Stored entries
────────────────────

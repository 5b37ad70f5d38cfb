"""Start-up time of the ``zline`` command, as ratios against bare imports timed in the same run.

* ``zline --help`` against ``python -c "import numpy"`` (target: at most 2x);
* ``zline info FILE`` (a demo spectrum) against ``python -c "import astropy.io.fits"``, what
  reading FITS cannot avoid (target: at most 1.5x).

Every command is a fresh process with the same interpreter; rounds are interleaved and the
median of each is used (the machine may be shared).  The report also lists which heavy modules
each command imported.
"""

import os
import statistics
import subprocess
import sys
import tempfile
import time

ROUNDS = 5
HEAVY = ("scipy", "specutils", "astropy.table", "astropy.wcs", "astropy.nddata",
         "astropy.modeling", "zline.physics.catalog")


def _zline():
    """The installed console script beside this interpreter, else ``python -m zline.cli``."""
    script = os.path.join(os.path.dirname(sys.executable), "zline")
    return [script] if os.path.exists(script) else [sys.executable, "-m", "zline.cli"]


def _time(cmd):
    t0 = time.perf_counter()
    subprocess.run(cmd, stdout=subprocess.DEVNULL, stderr=subprocess.DEVNULL, check=True)
    return time.perf_counter() - t0


def _imported(argv):
    """Heavy modules present after running the zline command ``argv`` in-process."""
    code = ("import sys\nfrom zline.cli import main\n"
            "try:\n    main(sys.argv[1:])\nexcept SystemExit:\n    pass\n"
            f"print(','.join(m for m in {HEAVY!r} if m in sys.modules))")
    lines = subprocess.run([sys.executable, "-c", code, *argv], capture_output=True, text=True,
                           check=True).stdout.splitlines()
    return (lines[-1] if lines else "") or "none"


def main():
    from zline.physics.demo import write_demo_spectra

    with tempfile.TemporaryDirectory() as tmp:
        galaxy = str(write_demo_spectra(tmp)["galaxy"])
        cases = {
            "numpy": [sys.executable, "-c", "import numpy"],
            "fits": [sys.executable, "-c", "import astropy.io.fits"],
            "help": _zline() + ["--help"],
            "info": _zline() + ["info", galaxy],
        }
        for cmd in cases.values():  # warm the file cache once
            _time(cmd)
        times = {k: [] for k in cases}
        for _ in range(ROUNDS):
            for key, cmd in cases.items():
                times[key].append(_time(cmd))
        med = {k: statistics.median(v) for k, v in times.items()}
        heavy_help = _imported(["--help"])
        heavy_info = _imported(["info", galaxy])
    r_help = med["help"] / med["numpy"]
    r_info = med["info"] / med["fits"]
    print(f"median of {ROUNDS} interleaved runs, each a fresh process")
    print(f"{'command':<34} {'median s':>9}")
    for key, label in (("numpy", 'python -c "import numpy"'),
                       ("fits", 'python -c "import astropy.io.fits"'),
                       ("help", "zline --help"), ("info", "zline info galaxy.fits")):
        print(f"{label:<34} {med[key]:>9.3f}")
    print(f"zline --help / import numpy          = {r_help:.2f}  (target <= 2.0: "
          f"{'met' if r_help <= 2.0 else 'MISSED'})")
    print(f"zline info / import astropy.io.fits  = {r_info:.2f}  (target <= 1.5: "
          f"{'met' if r_info <= 1.5 else 'MISSED'})")
    print(f"heavy modules imported by zline --help: {heavy_help}")
    print(f"heavy modules imported by zline info:   {heavy_info}")


if __name__ == "__main__":
    main()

────────────────────

## What the task asks
Search the entries for the word "physics", then gather every line that has it.

## Answer section
         "astropy.modeling", "zline.physics.catalog")
    from zline.physics.demo import write_demo_spectra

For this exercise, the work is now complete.